Only a few minutes pass before a policewoman walks over to us. Instantly, I recognise her. ‘Hello, Jess. I’m PC Page. We spoke before, at your house.’ Questioningly, she turns to Cath.
‘I’m Cath Bowers. We spoke on the phone.’
A flicker of recognition crosses the policewoman’s face. ‘Yes, of course.’ She turns back to me. ‘Before you talk to your mother, do you think you and I could have a chat?’ She glances around as if looking for somewhere.
Not sure I have a choice, I shrug. ‘OK.’
‘Would you like me to come with you?’ Beside me, Cath sounds uncertain.
I shake my head. ‘I’ll be OK.’
‘Right. Shall we find somewhere quieter?’ As PC Page starts to walk along a corridor, I follow behind, then she shows me into a small room, with white painted walls and a small window. ‘We shouldn’t get disturbed in here. Have a seat, Jess.’
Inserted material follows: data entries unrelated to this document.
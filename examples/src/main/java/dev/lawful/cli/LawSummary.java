package dev.lawful.cli;

import dev.lawful.algebra.Declaration;
import dev.lawful.algebra.Diagnostic;
import dev.lawful.algebra.ExpandedLaws;
import dev.lawful.algebra.ExprPrinter;
import dev.lawful.algebra.LawSet;
import dev.lawful.algebra.ScalarLimit;
import dev.lawful.algebra.Unit;
import dev.lawful.enforce.Completion;
import dev.lawful.enforce.Tier;
import dev.lawful.io.ShortestDecimal;
import java.util.ArrayList;
import java.util.LinkedHashMap;
import java.util.List;
import java.util.Locale;
import java.util.Map;
import java.util.Set;
import java.util.TreeSet;

/**
 * What {@code lawful check} reports about a valid law set, gathered once for both the readable and the JSON form.
 *
 * @param file        the file name as given
 * @param inputs      the inputs in declaration order
 * @param outputs     the outputs in declaration order
 * @param constants   the constants in declaration order
 * @param definitions the definitions in declaration order
 * @param laws        the laws in declaration order
 * @param limits      the limits in declaration order
 * @param outputWidth the number of output elements
 * @param completed   the completed output elements, in the order the completion solves for them ({@code name} or
 *                    {@code name[i]}); empty when the file has no laws
 * @param free        the other output elements, in the completion's order
 * @param hasCompletion whether the file has a {@code complete} statement (without one, the completed outputs are
 *                    the automatic choice)
 * @param tier        how the laws are solved ({@link Tier#label()}), or null when the file has no laws
 * @param condition   the 2-norm condition number of the equilibrated dC/dy_completed at the completion's reference point, or NaN
 *                    when the file has no laws
 * @param completionWarnings the completion's notes (the automatic choice, ill-conditioning, missing guesses)
 * @param warnings    the checker's warnings
 */
record LawSummary(String file, List<Item> inputs, List<Item> outputs, List<Item> constants,
                  List<Definition> definitions, List<Law> laws, List<Limit> limits, int outputWidth, List<String> completed,
                  List<String> free, boolean hasCompletion, String tier, double condition,
                  List<String> completionWarnings, List<Diagnostic> warnings) {

    /**
     * A declared input, output or constant.
     *
     * @param name   its name
     * @param length its number of elements, 1 for a scalar
     * @param unit   its unit
     */
    record Item(String name, int length, Unit unit) {
    }

    /**
     * A definition ({@code let}).
     *
     * @param name       its name
     * @param length     its number of elements, 1 for a scalar
     * @param expression its value as law text
     */
    record Definition(String name, int length, String expression) {
    }

    /**
     * A declared law.
     *
     * @param name    its name
     * @param unit    the unit its residuals are reported in
     * @param length  its number of scalar equations: 1 for a scalar law, k for a vector law of length k
     * @param outputs the output elements any of its equations involves, in output order ({@code name} or
     *                {@code name[i]})
     */
    record Law(String name, Unit unit, int length, List<String> outputs) {
    }

    /**
     * A declared limit.
     *
     * @param name       its name
     * @param unit       the unit its values g are reported in
     * @param length     its number of scalar limits: 1 for a scalar one-sided limit, k for a vector limit of length
     *                   k, twice that for a two-sided one
     * @param outputs    the output elements any of its scalar limits involves, in output order
     * @param inequality the limit as law text, without its name ({@code 0 <= out <= feed})
     */
    record Limit(String name, Unit unit, int length, List<String> outputs, String inequality) {
    }

    // copy every list, so a summary never changes after it is made
    LawSummary {
        limits = List.copyOf(limits);
        inputs = List.copyOf(inputs);
        outputs = List.copyOf(outputs);
        constants = List.copyOf(constants);
        definitions = List.copyOf(definitions);
        laws = List.copyOf(laws);
        completed = List.copyOf(completed);
        free = List.copyOf(free);
        completionWarnings = List.copyOf(completionWarnings);
        warnings = List.copyOf(warnings);
    }

    /**
     * Gathers the summary of a checked law set.
     *
     * @param file       the file name to report
     * @param set        the law set read from it
     * @param completion its completion ({@link Completion#of(LawSet)}), or null when it has no laws
     * @return its summary
     */
    static LawSummary of(String file, LawSet set, Completion completion) {
        List<Item> inputs = new ArrayList<>();
        for (Declaration.Variable v : set.inputs()) {
            inputs.add(new Item(v.name(), v.size(), v.unit()));
        }
        List<Item> outputs = new ArrayList<>();
        for (Declaration.Variable v : set.outputs()) {
            outputs.add(new Item(v.name(), v.size(), v.unit()));
        }
        List<Item> constants = new ArrayList<>();
        for (Declaration.Constant c : set.constants()) {
            constants.add(new Item(c.name(), c.size(), c.unit()));
        }
        ExpandedLaws expanded = set.expand();
        List<Definition> definitions = new ArrayList<>();
        for (Declaration.Definition d : set.definitions()) {
            definitions.add(new Definition(d.name(), Math.max(1, expanded.definitionShape(d.name())),
                    ExprPrinter.print(d.expr())));
        }

        // the scalar laws of one declared law together involve the union of their output elements
        Map<String, Set<Integer>> involved = new LinkedHashMap<>();
        for (int i = 0; i < expanded.size(); i++) {
            Set<Integer> elements = involved.computeIfAbsent(expanded.law(i).name(), k -> new TreeSet<>());
            for (int k : expanded.outputs(i)) {
                elements.add(k);
            }
        }
        List<String> outputNames = set.outputNames();
        List<Law> laws = new ArrayList<>();
        for (Declaration.Law l : set.laws()) {
            List<String> names = new ArrayList<>();
            for (int k : involved.getOrDefault(l.name(), Set.of())) {
                names.add(outputNames.get(k));
            }
            laws.add(new Law(l.name(), set.lawUnit(l.name()), Math.max(1, set.lawShape(l.name())), names));
        }

        List<Limit> limits = limits(set, expanded);
        List<String> completed = completion == null ? List.of() : completion.completedNames();
        List<String> free = completion == null ? outputNames : completion.freeNames();
        return new LawSummary(file, inputs, outputs, constants, definitions, laws, limits, outputNames.size(), completed,
                free, set.completion().isPresent(), completion == null ? null : completion.tier().label(),
                completion == null ? Double.NaN : completion.condition(),
                completion == null ? List.of() : completion.warnings(), set.warnings());
    }

    private static List<Limit> limits(LawSet set, ExpandedLaws expanded) {
        Map<String, Set<Integer>> involved = new LinkedHashMap<>();
        Map<String, Integer> counts = new LinkedHashMap<>();
        for (int j = 0; j < expanded.limitCount(); j++) {
            ScalarLimit l = expanded.limit(j);
            Set<Integer> elements = involved.computeIfAbsent(l.declaration().name(), k -> new TreeSet<>());
            for (int k : l.outputs()) {
                elements.add(k);
            }
            counts.merge(l.declaration().name(), 1, Integer::sum);
        }
        List<Limit> limits = new ArrayList<>();
        for (Declaration.Limit l : set.limits()) {
            List<String> names = new ArrayList<>();
            for (int k : involved.getOrDefault(l.name(), Set.of())) {
                names.add(set.outputNames().get(k));
            }
            String text = l.text();
            limits.add(new Limit(l.name(), set.limitUnit(l.name()), counts.getOrDefault(l.name(), 0), names,
                    text.substring(text.indexOf(": ") + 2)));
        }
        return limits;
    }

    /** @return the number of scalar limits of all limits together */
    int scalarLimits() {
        return limits.stream().mapToInt(Limit::length).sum();
    }

    /** @return the number of scalar equations of all laws together */
    int equations() {
        return laws.stream().mapToInt(Law::length).sum();
    }

    /**
     * @param v a number, such as a condition number
     * @return {@code v} rounded to three significant digits, in the shortest form that reads back to that
     *         rounded value ({@code 6.35}, {@code 2660}, {@code 1}, {@code 3.16e9}); {@code infinite} for infinity
     *         and {@code -} for NaN
     */
    static String threeDigits(double v) {
        if (Double.isNaN(v)) {
            return "-";
        }
        if (Double.isInfinite(v)) {
            return v > 0 ? "infinite" : "-infinite";
        }
        return ShortestDecimal.format(Double.parseDouble(String.format(Locale.ROOT, "%.3g", v)));
    }
}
The plastic chairs remind me of uni classrooms. Pulling one out across a table, I sit down opposite her. After organising the papers she’s holding, she gets out a pen, then looks at me. ‘I know we talked before, just after Mr Roche disappeared, but I wanted to ask you more about his relationship with your mother. Can you describe how they were together? From the beginning?’
I try to cast my mind back to a time when my views were untainted, to when Matt was new in our lives. When my mother was the same as she’d always been – before I’d noticed things change. ‘They seemed happy together, to start with. He used to pick her up and take her out for dinner. But after he moved in, I missed quite a lot of what went on because I started uni. She never said anything to me, but when I came back that first Christmas, things seemed different.’
‘In what way?’
I try to work out how best to explain it. ‘Her excitement had definitely gone. It was like they’d skipped a couple of decades and had turned into a middle-aged couple who sniped at each other. Except …’
‘Go on,’ she says quietly.
‘It was always Matt who did the sniping, like she irritated him. It was like he looked for reasons to criticise her. It didn’t make sense, because they were still planning to get married.My mother almost seemed blind to it. She was convinced he loved her. She was always saying love was about compromise.’ I pause, knowing I should have seen how bad things had got, how warped her perception had become.
‘This is difficult to ask …’ PC Page hesitates. ‘Your mother seems fragile. In the circumstances, it’s understandable – the events since his disappearance have clearly caused her immense distress, let alone anything else. I didn’t know if she’d had problems in the past?’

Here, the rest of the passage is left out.